▶ PROBLEM DESCRIPTION:
Exactly the lines from the start of the data through the line containing "expect(mine.orders[0].status).toBe('confirmed');" should be output, with both ends kept and nothing added.

▶ INPUT RECORDS:

[Start of section]

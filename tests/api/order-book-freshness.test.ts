import { afterAll, beforeAll, describe, expect, it } from 'vitest';
import { createTestApp, type TestApp } from '../setup/test-app';
import { contractorWithEstimate, merchantWithCatalogue, orderBody } from '../setup/order-scenario';
import { signIn } from '../setup/scenario';

let t: TestApp;
beforeAll(async () => {
  t = await createTestApp({ LOGIN_RATE_LIMIT: '1000' });
});
afterAll(async () => t.close());

type Book = { orders: { id: number; status: string; po_reference: string; line_count: number; branch: { name: string }; contractor: { name: string } }[]; total: number };

/**
 * The order book is answered from memory until something it shows changes. Each check changes the
 * book a different way — through the API, and behind the API's back straight in the database — and
 * expects the very next read to show it.
 */
describe('the order book never shows a stale answer', () => {
  it('shows a new order, a confirmation, a rename and a direct database change on the next read', async () => {
    const m = await merchantWithCatalogue(t);
    const k = await contractorWithEstimate(t, m);
    const desk = await signIn(t.app, m.salesEmail);
    const book = async (query = 'sort=placed_at&dir=desc') => (await desk.get(`/api/orders?${query}`)).body as Book;

    expect((await book()).total).toBe(0);
    const first = (await k.c.post('/api/orders', orderBody(k, m, { po_reference: 'PO-FRESH-1' }))).body as { id: number };
    const afterPlacing = await book();
    expect(afterPlacing.orders.map((o) => o.po_reference)).toEqual(['PO-FRESH-1']);
    const asked = await book('statuses=sent&sort=placed_at&dir=desc');
    expect(asked.total).toBe(1);

    expect((await desk.post(`/api/orders/${first.id}/confirm`, {})).status).toBe(200);
    expect((await book()).orders[0].status).toBe('confirmed');
    expect((await book('statuses=sent&sort=placed_at&dir=desc')).total).toBe(0);

    // The contractor's side of the same order moves too.
    const mine = (await k.c.get('/api/orders?sort=placed_at&dir=desc')).body as Book;
    expect(mine.orders[0].status).toBe('confirmed');

    await t.db('branches').where({ id: m.branchId }).update({ name: 'Renamed Yard' });
    expect((await book()).orders[0].branch.name).toBe('Renamed Yard');
    await t.db('organisations').where({ id: k.organisationId }).update({ name: 'Renamed Roofing' });
    expect((await book()).orders[0].contractor.name).toBe('Renamed Roofing');

    await t.db('orders').where({ id: first.id }).update({ po_reference: 'PO-EDITED' });
    expect((await book()).orders[0].po_reference).toBe('PO-EDITED');

    const lines = (await book()).orders[0].line_count;
    const last = (await t.db('order_lines').where({ order_id: first.id }).max({ id: 'id' }).first()) as { id: number };
    await t.db('order_lines').where({ id: last.id }).delete();
    expect((await book()).orders[0].line_count).toBe(lines - 1);
  });

  it('tags each page so an unchanged book answers 304, and a changed one a new page', async () => {
    const m = await merchantWithCatalogue(t);
    const k = await contractorWithEstimate(t, m);
    const placed = (await k.c.post('/api/orders', orderBody(k, m, { po_reference: 'PO-TAG' }))).body as { id: number };
    const desk = await signIn(t.app, m.salesEmail);
    const first = await desk.get('/api/orders?sort=placed_at&dir=desc');
    const tag = first.headers.etag as string;
    expect(tag).toMatch(/^W\/"[0-9a-f]+-[A-Za-z0-9+/]{27}"$/);
    const again = await desk.agent.get('/api/orders?sort=placed_at&dir=desc').set('If-None-Match', tag);
    expect(again.status).toBe(304);
    expect((await desk.post(`/api/orders/${placed.id}/confirm`, {})).status).toBe(200);
    const changed = await desk.agent.get('/api/orders?sort=placed_at&dir=desc').set('If-None-Match', tag);
    expect(changed.status).toBe(200);
    expect(changed.headers.etag).not.toBe(tag);
    expect(changed.body.orders[0].status).toBe('confirmed');
  });

  it('answers a query text asked before as the first time, and refuses a bad one every time', async () => {
    const m = await merchantWithCatalogue(t);
    const k = await contractorWithEstimate(t, m);
    await k.c.post('/api/orders', orderBody(k, m, { po_reference: 'PO-KEPT' }));
    const desk = await signIn(t.app, m.salesEmail);
    const q = '/api/orders?statuses=sent&sort=placed_at&dir=desc&page_size=10';
    const first = await desk.get(q);
    const second = await desk.get(q);
    expect(second.status).toBe(200);
    expect(second.body).toEqual(first.body);
    expect((second.body as { page_size: number }).page_size).toBe(10);
    expect(second.headers['content-type']).toBe('application/json; charset=utf-8');
    expect(Number(second.headers['content-length'])).toBe(Buffer.byteLength(JSON.stringify(first.body)));
    expect(second.headers.etag).toBe(first.headers.etag);
    // Another text is parsed on its own: another page size, another page.
    expect(((await desk.get(q.replace('page_size=10', 'page_size=5'))).body as { page_size: number }).page_size).toBe(5);

    const head = await desk.agent.head(q);
    expect(head.status).toBe(200);
    expect(head.headers.etag).toBe(first.headers.etag);
    const notModified = await desk.agent.get(q).set('If-None-Match', first.headers.etag as string);
    expect(notModified.status).toBe(304);
    expect(notModified.headers['content-type']).toBeUndefined();
    expect(notModified.text).toBe('');

    for (const bad of ['page_size=500', 'q=%00', 'branch_id=0x1']) {
      for (let i = 0; i < 2; i++) {
        const refused = await desk.get(`/api/orders?${bad}`);
        expect(refused.status, bad).toBe(422);
        expect(JSON.stringify(refused.body), bad).toContain(bad.split('=')[0]);
      }
    }
  });

  it("keeps one merchant's reads apart from another's", async () => {
    const a = await merchantWithCatalogue(t);
    const b = await merchantWithCatalogue(t);
    const k = await contractorWithEstimate(t, a);
    await k.c.post('/api/orders', orderBody(k, a, { po_reference: 'PO-ONLY-A' }));
    const deskA = await signIn(t.app, a.salesEmail);
    const deskB = await signIn(t.app, b.salesEmail);
    const q = '/api/orders?sort=placed_at&dir=desc';
    expect((await deskA.get(q)).body.total).toBe(1);
    expect((await deskB.get(q)).body.total).toBe(0);
    expect((await deskA.get(q)).body.total).toBe(1);
  });
});
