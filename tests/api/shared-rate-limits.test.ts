import { describe, expect, it } from 'vitest';
import { TEST_PASSWORD, makeOrgWithUser } from '../setup/factories';
import { Client, twoServersOnOneDatabase, type TestApp } from '../setup/test-app';

// Two servers on one database (two app objects, nothing in memory in common): the sign-in and
// reset limits count every try on either server against one allowance.
let a: TestApp;
let b: TestApp;
twoServersOnOneDatabase({ LOGIN_RATE_LIMIT: '10', RESET_RATE_LIMIT: '5' }, (x, y) => {
  a = x;
  b = y;
});

const tryLogin = (t: TestApp, email: string, password = 'not-the-password') => new Client(t.app).post('/api/auth/login', { email, password });

describe('rate limits shared by every server on one database', () => {
  it('failed sign-ins on two servers add up: six on A and four on B reach the limit of ten on both', async () => {
    const u = await makeOrgWithUser(a.db, 'contractor', 'contractor_owner');
    for (let i = 0; i < 6; i++) expect((await tryLogin(a, u.email)).status).toBe(401);
    for (let i = 0; i < 4; i++) expect((await tryLogin(b, u.email)).status).toBe(401);
    // Even the right password is refused now, on either server.
    for (const t of [a, b]) {
      const blocked = await tryLogin(t, u.email, TEST_PASSWORD);
      expect(blocked.status).toBe(429);
      expect(blocked.body.error.code).toBe('rate_limited');
    }
    // Another person's e-mail from the same address has its own count.
    const other = await makeOrgWithUser(a.db, 'contractor', 'contractor_owner');
    expect((await tryLogin(b, other.email, TEST_PASSWORD)).status).toBe(200);
  });

  it('a successful sign-in on one server takes back its try on the count both servers read', async () => {
    const u = await makeOrgWithUser(a.db, 'merchant', 'merchant_sales');
    for (let i = 0; i < 9; i++) expect((await tryLogin(i % 2 ? a : b, u.email)).status).toBe(401);
    for (let i = 0; i < 3; i++) expect((await tryLogin(i % 2 ? a : b, u.email, TEST_PASSWORD)).status).toBe(200);
    expect((await tryLogin(a, u.email)).status).toBe(401); // the tenth failure
    expect((await tryLogin(b, u.email, TEST_PASSWORD)).status).toBe(429);
  });

  it('reset requests from one address count on both servers, and a new window starts the count again', async () => {
    const ask = (t: TestApp, n: number) => new Client(t.app).post('/api/auth/password/forgot', { email: `nobody-${n}@nowhere.test` });
    for (let i = 0; i < 3; i++) expect((await ask(a, i)).status).toBe(202);
    for (let i = 3; i < 5; i++) expect((await ask(b, i)).status).toBe(202);
    expect((await ask(a, 5)).status).toBe(429);
    expect((await ask(b, 6)).status).toBe(429);
    // The reset route shares the allowance with the request route.
    const reset = await new Client(b.app).post('/api/auth/password/reset', { token: 'x'.repeat(43), password: 'a-brand-new-password' });
    expect(reset.status).toBe(429);
    // The window ends (as if fifteen minutes had passed): the next request counts as the first.
    const rows = await a.db('rate_limit_hits').where('key', 'like', 'reset:%');
    expect(rows.map((r) => Number(r.hits))).toEqual([8]); // five let through, three refused
    await a
      .db('rate_limit_hits')
      .where('key', 'like', 'reset:%')
      .update({ reset_at: new Date(Date.now() - 1000).toISOString() });
    expect((await ask(b, 7)).status).toBe(202);
    expect((await a.db('rate_limit_hits').where('key', 'like', 'reset:%').first()).hits).toBe(1);
  });
});
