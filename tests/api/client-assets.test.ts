import { mkdirSync, mkdtempSync, writeFileSync } from 'node:fs';
import { tmpdir } from 'node:os';
import { join } from 'node:path';
import { brotliCompressSync, gzipSync } from 'node:zlib';
import express from 'express';
import request from 'supertest';
import { describe, expect, it } from 'vitest';
import { clientAssets } from '../../server/http/client-assets';

function builtClient() {
  const dir = mkdtempSync(join(tmpdir(), 'ridgeload-client-'));
  mkdirSync(join(dir, 'assets'));
  const script = 'console.log("ridgeload");'.repeat(200);
  writeFileSync(join(dir, 'assets', 'index-CGA4T4oR.js'), script);
  writeFileSync(join(dir, 'assets', 'index-CGA4T4oR.js.br'), brotliCompressSync(script));
  writeFileSync(join(dir, 'assets', 'index-CGA4T4oR.js.gz'), gzipSync(script));
  writeFileSync(join(dir, 'favicon.svg'), '<svg xmlns="http://www.w3.org/2000/svg"/>');
  const app = express();
  app.use(clientAssets(dir));
  return { app, script };
}

describe('the built client is served compressed and cached by its hash', () => {
  it('sends the brotli copy to a browser that accepts it, marked immutable for a year', async () => {
    const { app, script } = builtClient();
    const res = await request(app).get('/assets/index-CGA4T4oR.js').set('Accept-Encoding', 'gzip, deflate, br');
    expect(res.status).toBe(200);
    expect(res.headers['content-encoding']).toBe('br');
    expect(res.headers['content-type']).toMatch(/javascript/);
    expect(res.headers['cache-control']).toBe('public, max-age=31536000, immutable');
    expect(Number(res.headers['content-length'])).toBeLessThan(script.length / 10);
  });

  it('sends gzip where brotli is not accepted, and the plain file where neither is', async () => {
    const { app, script } = builtClient();
    const gz = await request(app).get('/assets/index-CGA4T4oR.js').set('Accept-Encoding', 'gzip');
    expect(gz.headers['content-encoding']).toBe('gzip');
    const plain = await request(app).get('/assets/index-CGA4T4oR.js').set('Accept-Encoding', 'identity');
    expect(plain.headers['content-encoding']).toBeUndefined();
    expect(plain.text).toBe(script);
  });

  it('has files without a hash revalidated on every visit', async () => {
    const { app } = builtClient();
    const res = await request(app).get('/favicon.svg');
    expect(res.status).toBe(200);
    expect(res.headers['cache-control']).toBe('no-cache');
  });
});
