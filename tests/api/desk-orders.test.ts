import { afterAll, beforeAll, describe, expect, it } from 'vitest';
import { ROLES, kindOfRole } from '../../shared/domain/roles';
import { orderDetailSchema, orderListSchema } from '../../shared/schemas/order.schema';
import { DEMO_CATALOGUES } from '../../seeds/02-catalogue';
import { createTestApp, type TestApp } from '../setup/test-app';
import { inDays, signIn } from '../setup/scenario';
import { contractorWithEstimate as sharedContractor, mailTo as sharedMailTo, merchantWithCatalogue, orderBody, type TestMerchant } from '../setup/order-scenario';
import { makeOrgWithUser } from '../setup/factories';

let t: TestApp;
beforeAll(async () => {
  t = await createTestApp({ LOGIN_RATE_LIMIT: '1000' });
});
afterAll(async () => t.close());

const [TOLLERBECK, CADDONMERE] = DEMO_CATALOGUES;

const login = (email: string) => signIn(t.app, email);

const merchant = (catalogue = TOLLERBECK) => merchantWithCatalogue(t, catalogue);
type Merchant = TestMerchant;
const contractorWithEstimate = (m: Merchant, access: Record<string, string> = {}) => sharedContractor(t, m, access);

const stockOf = (m: Merchant, sku: string) =>
  t
    .db('branch_products')
    .where({ branch_id: m.branchId, product_id: m.product(sku) })
    .first();
const tileLine = (o: { lines: { sku: string }[] }) => o.lines.find((l) => l.sku === 'TRS-FL420-SG') as { id: number; quantity: number; sku: string };

const mailTo = (address: string, subject: RegExp) => sharedMailTo(t, address, subject);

[End of section]

▶ SOLVED PROBLEM:
filename tests/api/order-book-freshness.test.ts
import { afterAll, beforeAll, describe, expect, it } from 'vitest';
import { createTestApp, type TestApp } from '../setup/test-app';
import { contractorWithEstimate, merchantWithCatalogue, orderBody } from '../setup/order-scenario';
import { signIn } from '../setup/scenario';

let t: TestApp;
beforeAll(async () => {
  t = await createTestApp({ LOGIN_RATE_LIMIT: '1000' });
});
afterAll(async () => t.close());

type Book = { orders: { id: number; status: string; po_reference: string; line_count: number; branch: { name: string }; contractor: { name: string } }[]; total: number };

/**
 * The order book is answered from memory until something it shows changes. Each check changes the
 * book a different way — through the API, and behind the API's back straight in the database — and
 * expects the very next read to show it.
 */
describe('the order book never shows a stale answer', () => {
  it('shows a new order, a confirmation, a rename and a direct database change on the next read', async () => {
    const m = await merchantWithCatalogue(t);
    const k = await contractorWithEstimate(t, m);
    const desk = await signIn(t.app, m.salesEmail);
    const book = async (query = 'sort=placed_at&dir=desc') => (await desk.get(`/api/orders?${query}`)).body as Book;

    expect((await book()).total).toBe(0);
    const first = (await k.c.post('/api/orders', orderBody(k, m, { po_reference: 'PO-FRESH-1' }))).body as { id: number };
    const afterPlacing = await book();
    expect(afterPlacing.orders.map((o) => o.po_reference)).toEqual(['PO-FRESH-1']);
    const asked = await book('statuses=sent&sort=placed_at&dir=desc');
    expect(asked.total).toBe(1);

    expect((await desk.post(`/api/orders/${first.id}/confirm`, {})).status).toBe(200);
    expect((await book()).orders[0].status).toBe('confirmed');
    expect((await book('statuses=sent&sort=placed_at&dir=desc')).total).toBe(0);

    // The contractor's side of the same order moves too.
    const mine = (await k.c.get('/api/orders?sort=placed_at&dir=desc')).body as Book;
    expect(mine.orders[0].status).toBe('confirmed');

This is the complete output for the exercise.